■ Problem statement ■
Copy out each line of the material below that holds the string "whole".

■ Data shown ■
========

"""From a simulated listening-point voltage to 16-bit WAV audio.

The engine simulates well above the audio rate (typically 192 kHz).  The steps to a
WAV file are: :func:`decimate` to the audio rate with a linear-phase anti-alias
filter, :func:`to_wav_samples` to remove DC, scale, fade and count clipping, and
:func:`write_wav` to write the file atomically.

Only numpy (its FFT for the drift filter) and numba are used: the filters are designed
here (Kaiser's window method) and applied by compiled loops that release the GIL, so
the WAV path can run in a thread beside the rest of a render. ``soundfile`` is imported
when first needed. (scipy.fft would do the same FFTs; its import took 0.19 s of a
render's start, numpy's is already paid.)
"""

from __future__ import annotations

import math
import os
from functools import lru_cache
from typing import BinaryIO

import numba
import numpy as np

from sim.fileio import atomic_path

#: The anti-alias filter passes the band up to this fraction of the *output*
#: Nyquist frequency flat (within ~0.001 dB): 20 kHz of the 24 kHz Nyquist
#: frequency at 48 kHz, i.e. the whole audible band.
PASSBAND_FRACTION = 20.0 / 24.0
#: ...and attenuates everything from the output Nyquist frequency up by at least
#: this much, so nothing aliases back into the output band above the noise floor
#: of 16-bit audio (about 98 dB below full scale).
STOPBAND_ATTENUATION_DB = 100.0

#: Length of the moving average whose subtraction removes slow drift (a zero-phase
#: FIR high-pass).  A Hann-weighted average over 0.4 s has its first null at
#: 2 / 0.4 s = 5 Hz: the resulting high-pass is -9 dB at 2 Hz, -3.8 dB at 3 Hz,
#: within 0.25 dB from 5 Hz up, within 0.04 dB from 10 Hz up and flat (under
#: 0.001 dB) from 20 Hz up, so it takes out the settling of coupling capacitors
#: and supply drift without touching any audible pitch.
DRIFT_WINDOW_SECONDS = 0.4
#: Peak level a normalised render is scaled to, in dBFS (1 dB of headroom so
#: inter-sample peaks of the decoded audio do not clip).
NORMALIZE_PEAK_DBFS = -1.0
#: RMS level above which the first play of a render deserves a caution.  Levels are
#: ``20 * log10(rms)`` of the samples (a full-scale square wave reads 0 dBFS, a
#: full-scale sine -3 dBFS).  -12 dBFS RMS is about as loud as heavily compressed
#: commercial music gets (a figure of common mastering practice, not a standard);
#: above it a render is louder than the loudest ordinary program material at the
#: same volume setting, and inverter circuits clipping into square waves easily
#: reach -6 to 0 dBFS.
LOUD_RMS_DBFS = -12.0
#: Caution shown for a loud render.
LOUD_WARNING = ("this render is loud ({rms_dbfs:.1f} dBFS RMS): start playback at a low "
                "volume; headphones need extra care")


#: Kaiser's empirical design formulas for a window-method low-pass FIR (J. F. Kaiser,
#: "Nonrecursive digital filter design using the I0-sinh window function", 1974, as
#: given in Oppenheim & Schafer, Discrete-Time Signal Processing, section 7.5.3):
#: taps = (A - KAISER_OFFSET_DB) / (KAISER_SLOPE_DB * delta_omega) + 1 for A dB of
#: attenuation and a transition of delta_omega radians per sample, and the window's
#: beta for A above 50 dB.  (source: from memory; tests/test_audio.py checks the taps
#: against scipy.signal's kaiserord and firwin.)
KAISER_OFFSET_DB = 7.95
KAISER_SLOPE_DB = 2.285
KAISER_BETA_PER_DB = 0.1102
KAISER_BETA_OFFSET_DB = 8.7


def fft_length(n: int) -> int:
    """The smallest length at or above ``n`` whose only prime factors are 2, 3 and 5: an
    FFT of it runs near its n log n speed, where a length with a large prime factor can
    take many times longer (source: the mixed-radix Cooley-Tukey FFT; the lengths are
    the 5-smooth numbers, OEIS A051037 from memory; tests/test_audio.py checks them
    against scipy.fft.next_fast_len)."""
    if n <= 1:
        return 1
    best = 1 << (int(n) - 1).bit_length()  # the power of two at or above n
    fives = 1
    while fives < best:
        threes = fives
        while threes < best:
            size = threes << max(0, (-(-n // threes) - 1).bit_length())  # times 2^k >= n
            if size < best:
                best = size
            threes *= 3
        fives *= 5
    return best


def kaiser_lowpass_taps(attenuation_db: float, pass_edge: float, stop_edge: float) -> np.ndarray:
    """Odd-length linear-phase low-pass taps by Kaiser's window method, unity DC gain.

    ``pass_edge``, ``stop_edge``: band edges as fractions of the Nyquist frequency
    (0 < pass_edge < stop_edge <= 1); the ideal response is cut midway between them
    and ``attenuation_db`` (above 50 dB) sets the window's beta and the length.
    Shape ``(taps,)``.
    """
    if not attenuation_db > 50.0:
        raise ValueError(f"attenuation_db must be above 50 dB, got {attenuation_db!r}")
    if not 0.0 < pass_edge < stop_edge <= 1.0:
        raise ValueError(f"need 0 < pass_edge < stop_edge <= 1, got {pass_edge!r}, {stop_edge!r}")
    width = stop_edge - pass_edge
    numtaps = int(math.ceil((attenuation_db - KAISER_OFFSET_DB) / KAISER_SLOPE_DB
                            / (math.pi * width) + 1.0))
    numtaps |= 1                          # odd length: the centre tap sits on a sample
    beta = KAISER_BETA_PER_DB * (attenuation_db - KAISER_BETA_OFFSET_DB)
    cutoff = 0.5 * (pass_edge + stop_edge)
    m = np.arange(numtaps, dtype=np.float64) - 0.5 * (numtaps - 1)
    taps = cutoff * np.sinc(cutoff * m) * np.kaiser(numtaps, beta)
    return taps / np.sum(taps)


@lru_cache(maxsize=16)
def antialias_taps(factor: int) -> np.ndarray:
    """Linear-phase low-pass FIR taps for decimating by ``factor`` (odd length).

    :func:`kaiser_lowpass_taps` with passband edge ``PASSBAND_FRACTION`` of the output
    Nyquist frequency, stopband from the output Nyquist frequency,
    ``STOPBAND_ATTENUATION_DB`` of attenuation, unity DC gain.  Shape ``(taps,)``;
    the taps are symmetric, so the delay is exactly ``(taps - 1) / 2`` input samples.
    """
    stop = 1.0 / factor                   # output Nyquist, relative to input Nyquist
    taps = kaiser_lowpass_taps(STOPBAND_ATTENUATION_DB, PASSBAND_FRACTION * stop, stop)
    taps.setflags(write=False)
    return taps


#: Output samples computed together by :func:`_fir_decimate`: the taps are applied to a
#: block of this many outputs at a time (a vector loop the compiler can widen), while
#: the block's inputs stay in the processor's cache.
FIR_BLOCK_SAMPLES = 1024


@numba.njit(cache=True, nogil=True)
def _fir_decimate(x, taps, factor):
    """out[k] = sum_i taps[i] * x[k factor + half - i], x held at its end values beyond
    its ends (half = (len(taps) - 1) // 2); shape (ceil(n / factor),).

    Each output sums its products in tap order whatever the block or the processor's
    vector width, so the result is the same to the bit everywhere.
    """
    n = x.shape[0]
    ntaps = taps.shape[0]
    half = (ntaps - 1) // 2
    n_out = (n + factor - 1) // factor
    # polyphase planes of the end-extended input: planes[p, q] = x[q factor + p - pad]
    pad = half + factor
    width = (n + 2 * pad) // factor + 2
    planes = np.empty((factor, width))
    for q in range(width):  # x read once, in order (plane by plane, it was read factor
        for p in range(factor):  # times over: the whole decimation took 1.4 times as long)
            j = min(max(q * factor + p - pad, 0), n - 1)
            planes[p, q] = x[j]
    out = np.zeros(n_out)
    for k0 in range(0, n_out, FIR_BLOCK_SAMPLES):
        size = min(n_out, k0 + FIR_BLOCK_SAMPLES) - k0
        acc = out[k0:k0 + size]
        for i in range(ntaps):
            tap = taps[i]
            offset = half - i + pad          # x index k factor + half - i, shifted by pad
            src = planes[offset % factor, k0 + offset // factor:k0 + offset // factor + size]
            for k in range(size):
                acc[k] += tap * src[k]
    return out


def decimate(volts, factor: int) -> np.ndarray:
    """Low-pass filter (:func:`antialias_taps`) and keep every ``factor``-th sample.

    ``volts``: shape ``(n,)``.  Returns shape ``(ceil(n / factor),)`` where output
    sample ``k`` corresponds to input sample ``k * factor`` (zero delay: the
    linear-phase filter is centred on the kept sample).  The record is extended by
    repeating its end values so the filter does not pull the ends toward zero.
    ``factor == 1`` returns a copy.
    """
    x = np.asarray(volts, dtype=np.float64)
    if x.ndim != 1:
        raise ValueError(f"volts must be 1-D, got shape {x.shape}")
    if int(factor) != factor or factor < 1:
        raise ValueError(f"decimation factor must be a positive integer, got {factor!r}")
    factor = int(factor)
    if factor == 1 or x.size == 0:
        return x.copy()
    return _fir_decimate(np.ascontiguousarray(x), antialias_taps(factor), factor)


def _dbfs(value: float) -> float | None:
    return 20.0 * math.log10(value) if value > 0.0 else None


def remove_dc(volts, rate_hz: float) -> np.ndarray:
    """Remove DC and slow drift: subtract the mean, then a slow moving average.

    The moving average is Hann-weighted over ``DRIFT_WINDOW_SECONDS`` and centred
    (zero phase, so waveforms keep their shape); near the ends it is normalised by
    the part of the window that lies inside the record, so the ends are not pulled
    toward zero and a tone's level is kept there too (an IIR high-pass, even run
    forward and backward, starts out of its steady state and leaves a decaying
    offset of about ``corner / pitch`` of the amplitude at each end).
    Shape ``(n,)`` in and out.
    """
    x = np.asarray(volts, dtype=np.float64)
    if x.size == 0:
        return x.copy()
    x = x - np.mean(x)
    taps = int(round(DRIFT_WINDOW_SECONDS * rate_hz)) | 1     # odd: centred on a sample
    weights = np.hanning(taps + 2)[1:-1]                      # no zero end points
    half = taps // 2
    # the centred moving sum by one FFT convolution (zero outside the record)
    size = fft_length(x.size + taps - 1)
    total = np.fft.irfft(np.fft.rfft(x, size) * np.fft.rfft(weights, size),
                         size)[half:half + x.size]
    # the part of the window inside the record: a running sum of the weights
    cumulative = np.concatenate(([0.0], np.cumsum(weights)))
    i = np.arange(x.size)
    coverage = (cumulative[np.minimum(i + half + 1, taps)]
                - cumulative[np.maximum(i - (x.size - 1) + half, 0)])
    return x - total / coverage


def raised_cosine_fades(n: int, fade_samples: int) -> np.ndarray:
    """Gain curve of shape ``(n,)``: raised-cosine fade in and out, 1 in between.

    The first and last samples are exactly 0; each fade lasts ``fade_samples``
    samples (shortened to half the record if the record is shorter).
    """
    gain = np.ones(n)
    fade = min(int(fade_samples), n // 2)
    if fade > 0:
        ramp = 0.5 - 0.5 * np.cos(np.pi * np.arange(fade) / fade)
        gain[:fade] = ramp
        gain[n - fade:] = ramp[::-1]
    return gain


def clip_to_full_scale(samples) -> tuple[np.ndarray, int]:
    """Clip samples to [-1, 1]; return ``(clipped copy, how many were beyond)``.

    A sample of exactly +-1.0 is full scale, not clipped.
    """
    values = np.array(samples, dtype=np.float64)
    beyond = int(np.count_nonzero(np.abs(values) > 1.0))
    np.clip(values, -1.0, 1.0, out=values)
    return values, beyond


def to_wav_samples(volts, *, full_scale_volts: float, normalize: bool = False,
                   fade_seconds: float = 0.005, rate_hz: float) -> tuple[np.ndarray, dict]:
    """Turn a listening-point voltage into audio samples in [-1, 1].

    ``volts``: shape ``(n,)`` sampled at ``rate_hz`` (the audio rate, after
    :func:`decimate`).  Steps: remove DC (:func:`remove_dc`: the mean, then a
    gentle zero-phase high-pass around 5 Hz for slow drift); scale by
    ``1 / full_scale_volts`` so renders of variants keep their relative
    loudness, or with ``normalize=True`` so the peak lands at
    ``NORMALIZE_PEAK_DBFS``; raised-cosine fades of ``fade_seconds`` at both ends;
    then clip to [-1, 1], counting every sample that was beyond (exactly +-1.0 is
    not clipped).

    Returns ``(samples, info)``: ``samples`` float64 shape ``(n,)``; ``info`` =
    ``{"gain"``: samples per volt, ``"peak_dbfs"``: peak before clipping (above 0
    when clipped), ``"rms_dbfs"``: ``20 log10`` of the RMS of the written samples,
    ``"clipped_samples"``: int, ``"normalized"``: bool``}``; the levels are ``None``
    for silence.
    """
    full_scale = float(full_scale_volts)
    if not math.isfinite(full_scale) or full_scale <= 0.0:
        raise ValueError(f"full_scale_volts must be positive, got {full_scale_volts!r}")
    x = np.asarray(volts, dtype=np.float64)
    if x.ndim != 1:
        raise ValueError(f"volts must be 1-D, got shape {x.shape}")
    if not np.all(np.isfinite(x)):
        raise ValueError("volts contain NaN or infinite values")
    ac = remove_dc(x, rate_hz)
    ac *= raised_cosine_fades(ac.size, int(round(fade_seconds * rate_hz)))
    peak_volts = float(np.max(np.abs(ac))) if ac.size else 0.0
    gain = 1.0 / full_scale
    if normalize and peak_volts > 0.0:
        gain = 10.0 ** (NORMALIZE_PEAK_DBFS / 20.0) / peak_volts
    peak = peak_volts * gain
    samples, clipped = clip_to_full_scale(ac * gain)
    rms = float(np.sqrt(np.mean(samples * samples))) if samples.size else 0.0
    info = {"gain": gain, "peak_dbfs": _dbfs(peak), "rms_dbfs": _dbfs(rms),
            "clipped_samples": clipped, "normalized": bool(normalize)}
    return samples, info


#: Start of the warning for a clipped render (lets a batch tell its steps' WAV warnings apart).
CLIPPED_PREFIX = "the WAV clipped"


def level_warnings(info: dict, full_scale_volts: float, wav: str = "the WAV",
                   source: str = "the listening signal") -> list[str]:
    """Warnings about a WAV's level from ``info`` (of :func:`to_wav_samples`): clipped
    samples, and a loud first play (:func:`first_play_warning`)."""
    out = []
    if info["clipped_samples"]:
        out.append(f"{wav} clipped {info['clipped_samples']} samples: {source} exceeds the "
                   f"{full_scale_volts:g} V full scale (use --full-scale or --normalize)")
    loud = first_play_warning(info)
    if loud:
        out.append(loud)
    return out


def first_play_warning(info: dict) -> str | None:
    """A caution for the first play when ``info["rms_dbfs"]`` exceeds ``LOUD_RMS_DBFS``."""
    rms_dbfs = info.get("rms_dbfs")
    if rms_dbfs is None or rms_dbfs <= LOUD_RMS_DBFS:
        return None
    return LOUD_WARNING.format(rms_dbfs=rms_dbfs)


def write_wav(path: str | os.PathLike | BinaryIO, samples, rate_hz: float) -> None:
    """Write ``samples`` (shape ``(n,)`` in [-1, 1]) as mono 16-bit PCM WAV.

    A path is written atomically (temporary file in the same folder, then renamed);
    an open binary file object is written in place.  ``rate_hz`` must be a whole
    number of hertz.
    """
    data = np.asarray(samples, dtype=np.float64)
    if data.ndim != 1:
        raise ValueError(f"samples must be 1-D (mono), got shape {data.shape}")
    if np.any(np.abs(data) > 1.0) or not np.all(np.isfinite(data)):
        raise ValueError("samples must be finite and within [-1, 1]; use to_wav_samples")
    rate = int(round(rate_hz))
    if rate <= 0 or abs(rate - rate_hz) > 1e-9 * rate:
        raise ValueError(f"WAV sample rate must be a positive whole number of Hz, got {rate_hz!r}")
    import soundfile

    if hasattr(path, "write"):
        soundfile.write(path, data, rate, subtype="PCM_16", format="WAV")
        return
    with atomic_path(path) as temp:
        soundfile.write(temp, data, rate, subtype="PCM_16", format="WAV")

========

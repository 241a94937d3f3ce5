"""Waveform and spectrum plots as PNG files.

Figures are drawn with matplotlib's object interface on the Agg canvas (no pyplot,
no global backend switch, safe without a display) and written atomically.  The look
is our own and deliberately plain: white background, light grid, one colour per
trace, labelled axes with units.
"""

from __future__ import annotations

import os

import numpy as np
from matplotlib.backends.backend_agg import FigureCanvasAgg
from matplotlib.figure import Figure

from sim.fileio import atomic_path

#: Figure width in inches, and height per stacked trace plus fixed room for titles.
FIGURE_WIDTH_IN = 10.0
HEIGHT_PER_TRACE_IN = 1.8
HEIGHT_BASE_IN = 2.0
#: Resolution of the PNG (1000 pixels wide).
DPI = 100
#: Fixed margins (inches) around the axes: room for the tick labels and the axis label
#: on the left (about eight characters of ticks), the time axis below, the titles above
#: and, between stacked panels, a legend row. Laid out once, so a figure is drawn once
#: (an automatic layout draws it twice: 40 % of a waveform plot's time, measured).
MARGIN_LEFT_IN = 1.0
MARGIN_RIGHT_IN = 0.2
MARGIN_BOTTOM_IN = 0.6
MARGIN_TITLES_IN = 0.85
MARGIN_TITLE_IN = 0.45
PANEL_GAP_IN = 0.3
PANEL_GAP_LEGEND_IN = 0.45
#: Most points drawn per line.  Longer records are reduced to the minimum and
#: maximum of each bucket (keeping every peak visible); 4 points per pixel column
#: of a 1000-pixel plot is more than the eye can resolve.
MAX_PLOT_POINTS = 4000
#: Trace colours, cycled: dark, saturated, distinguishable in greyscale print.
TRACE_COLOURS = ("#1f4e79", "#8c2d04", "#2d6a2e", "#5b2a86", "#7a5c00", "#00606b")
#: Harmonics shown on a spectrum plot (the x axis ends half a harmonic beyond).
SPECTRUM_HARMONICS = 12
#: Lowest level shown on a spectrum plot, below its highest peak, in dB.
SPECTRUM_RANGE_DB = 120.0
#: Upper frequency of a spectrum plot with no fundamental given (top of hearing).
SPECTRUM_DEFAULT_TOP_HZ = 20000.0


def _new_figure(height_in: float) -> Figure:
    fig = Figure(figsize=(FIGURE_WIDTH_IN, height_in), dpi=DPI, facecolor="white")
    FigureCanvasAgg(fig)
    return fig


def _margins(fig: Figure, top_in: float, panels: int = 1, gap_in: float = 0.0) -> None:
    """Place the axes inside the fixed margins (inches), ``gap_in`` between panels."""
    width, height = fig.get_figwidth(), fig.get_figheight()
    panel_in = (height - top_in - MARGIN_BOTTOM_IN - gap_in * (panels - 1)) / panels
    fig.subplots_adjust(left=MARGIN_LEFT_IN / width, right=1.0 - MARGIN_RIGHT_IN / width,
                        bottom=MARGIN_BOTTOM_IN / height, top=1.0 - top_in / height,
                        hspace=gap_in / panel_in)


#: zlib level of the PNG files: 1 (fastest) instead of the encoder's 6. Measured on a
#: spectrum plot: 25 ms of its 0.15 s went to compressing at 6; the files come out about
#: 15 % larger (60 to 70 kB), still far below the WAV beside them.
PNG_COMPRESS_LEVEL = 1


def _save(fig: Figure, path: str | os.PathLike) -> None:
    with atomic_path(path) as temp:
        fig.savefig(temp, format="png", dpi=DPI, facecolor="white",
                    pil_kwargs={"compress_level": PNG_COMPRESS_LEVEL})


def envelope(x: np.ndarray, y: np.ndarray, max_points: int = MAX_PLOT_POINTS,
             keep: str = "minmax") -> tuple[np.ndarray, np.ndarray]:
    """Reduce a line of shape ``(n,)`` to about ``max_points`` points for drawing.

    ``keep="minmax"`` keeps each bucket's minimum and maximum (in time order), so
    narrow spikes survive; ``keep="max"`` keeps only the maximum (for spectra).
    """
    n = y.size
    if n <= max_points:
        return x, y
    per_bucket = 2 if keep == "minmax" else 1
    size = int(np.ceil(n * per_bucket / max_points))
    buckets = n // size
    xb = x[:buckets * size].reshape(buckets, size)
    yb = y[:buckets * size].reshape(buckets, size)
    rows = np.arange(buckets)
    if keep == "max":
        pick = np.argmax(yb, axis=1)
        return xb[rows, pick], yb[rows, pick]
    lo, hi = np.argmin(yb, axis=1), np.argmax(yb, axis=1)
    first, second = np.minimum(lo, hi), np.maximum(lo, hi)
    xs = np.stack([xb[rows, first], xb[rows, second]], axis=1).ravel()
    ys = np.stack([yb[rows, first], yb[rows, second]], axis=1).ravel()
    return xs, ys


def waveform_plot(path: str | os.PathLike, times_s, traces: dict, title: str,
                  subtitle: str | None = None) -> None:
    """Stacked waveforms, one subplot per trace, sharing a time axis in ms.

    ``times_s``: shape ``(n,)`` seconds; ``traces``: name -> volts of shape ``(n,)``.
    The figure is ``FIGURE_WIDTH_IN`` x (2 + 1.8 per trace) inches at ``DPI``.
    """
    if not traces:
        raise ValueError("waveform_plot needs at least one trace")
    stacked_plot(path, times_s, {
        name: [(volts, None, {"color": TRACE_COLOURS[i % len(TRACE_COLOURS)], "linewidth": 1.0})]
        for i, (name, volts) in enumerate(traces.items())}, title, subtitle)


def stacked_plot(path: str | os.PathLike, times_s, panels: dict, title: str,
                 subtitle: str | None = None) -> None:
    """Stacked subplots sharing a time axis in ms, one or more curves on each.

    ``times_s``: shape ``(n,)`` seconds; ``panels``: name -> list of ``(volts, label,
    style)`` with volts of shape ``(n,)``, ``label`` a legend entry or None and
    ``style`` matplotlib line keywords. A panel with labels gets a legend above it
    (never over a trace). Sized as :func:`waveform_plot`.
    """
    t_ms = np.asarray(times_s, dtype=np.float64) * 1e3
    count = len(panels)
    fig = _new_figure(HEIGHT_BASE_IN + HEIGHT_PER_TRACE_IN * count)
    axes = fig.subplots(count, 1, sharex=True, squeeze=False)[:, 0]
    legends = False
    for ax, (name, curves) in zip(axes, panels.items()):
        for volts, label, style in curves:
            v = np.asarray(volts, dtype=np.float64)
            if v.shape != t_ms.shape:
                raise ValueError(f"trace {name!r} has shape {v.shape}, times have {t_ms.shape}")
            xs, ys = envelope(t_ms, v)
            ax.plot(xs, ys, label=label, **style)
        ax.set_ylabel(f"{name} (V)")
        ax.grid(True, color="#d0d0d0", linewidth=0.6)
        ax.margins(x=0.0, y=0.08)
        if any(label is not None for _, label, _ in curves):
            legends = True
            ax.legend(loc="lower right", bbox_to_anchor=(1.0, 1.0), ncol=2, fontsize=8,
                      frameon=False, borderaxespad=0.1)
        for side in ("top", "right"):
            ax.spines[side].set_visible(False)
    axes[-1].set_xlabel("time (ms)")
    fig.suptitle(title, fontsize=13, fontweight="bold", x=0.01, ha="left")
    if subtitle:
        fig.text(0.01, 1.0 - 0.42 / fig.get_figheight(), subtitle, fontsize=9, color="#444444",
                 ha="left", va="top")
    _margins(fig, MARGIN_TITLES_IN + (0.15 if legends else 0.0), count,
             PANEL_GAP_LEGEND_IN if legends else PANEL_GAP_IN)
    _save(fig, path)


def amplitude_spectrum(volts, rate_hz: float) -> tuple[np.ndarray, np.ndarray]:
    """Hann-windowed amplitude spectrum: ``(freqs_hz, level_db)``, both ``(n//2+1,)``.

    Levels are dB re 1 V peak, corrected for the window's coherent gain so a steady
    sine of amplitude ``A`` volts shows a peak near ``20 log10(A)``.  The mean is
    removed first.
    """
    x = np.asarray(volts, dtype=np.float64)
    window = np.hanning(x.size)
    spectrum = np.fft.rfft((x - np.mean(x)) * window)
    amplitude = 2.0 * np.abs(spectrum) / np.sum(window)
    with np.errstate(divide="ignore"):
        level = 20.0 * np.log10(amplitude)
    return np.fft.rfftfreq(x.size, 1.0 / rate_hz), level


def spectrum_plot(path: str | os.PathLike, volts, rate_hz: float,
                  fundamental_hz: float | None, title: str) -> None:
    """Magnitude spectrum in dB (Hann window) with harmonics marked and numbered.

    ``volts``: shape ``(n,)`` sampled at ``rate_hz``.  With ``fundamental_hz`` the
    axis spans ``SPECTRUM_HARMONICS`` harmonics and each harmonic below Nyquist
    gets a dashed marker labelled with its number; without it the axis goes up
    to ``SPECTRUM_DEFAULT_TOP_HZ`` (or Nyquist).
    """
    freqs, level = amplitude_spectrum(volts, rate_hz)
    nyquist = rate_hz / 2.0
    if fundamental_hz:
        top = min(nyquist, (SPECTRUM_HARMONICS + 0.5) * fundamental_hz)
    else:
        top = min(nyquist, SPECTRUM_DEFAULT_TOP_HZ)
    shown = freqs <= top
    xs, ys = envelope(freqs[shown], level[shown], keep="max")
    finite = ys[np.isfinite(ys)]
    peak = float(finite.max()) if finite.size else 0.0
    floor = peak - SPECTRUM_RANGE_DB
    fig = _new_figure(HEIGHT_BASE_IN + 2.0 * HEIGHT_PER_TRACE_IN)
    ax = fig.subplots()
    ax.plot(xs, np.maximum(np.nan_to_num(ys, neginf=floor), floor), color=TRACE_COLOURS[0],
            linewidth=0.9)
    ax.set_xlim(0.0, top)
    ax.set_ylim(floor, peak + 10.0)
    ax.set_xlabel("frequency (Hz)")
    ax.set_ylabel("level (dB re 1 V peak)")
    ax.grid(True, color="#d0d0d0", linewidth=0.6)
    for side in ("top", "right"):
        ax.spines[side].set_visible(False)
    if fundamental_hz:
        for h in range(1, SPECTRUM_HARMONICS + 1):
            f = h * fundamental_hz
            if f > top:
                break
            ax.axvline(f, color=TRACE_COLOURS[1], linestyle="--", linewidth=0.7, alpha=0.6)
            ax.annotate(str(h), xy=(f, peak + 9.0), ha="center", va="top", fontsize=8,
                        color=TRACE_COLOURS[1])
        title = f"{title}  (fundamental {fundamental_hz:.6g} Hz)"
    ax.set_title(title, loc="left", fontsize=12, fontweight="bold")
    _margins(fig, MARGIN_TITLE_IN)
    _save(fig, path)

========

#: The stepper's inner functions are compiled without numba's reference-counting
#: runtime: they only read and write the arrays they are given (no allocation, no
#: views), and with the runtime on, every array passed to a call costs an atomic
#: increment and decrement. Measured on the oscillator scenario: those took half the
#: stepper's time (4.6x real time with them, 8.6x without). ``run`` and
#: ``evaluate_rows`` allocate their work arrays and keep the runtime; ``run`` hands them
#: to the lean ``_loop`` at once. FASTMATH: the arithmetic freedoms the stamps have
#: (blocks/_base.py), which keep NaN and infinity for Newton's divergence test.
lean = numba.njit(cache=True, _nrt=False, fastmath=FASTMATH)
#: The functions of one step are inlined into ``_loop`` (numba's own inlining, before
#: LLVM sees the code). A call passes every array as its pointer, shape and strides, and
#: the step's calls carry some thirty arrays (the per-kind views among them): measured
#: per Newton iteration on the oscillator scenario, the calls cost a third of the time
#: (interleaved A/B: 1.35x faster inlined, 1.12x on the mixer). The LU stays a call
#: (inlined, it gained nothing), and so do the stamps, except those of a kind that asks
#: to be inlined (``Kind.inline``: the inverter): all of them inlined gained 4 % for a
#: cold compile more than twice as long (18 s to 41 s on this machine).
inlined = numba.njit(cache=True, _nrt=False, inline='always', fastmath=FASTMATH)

========

■ Result of the exercise ■
#: frequency at 48 kHz, i.e. the whole audible band.
        for p in range(factor):  # times over: the whole decimation took 1.4 times as long)
    an open binary file object is written in place.  ``rate_hz`` must be a whole
        raise ValueError(f"WAV sample rate must be a positive whole number of Hz, got {rate_hz!r}")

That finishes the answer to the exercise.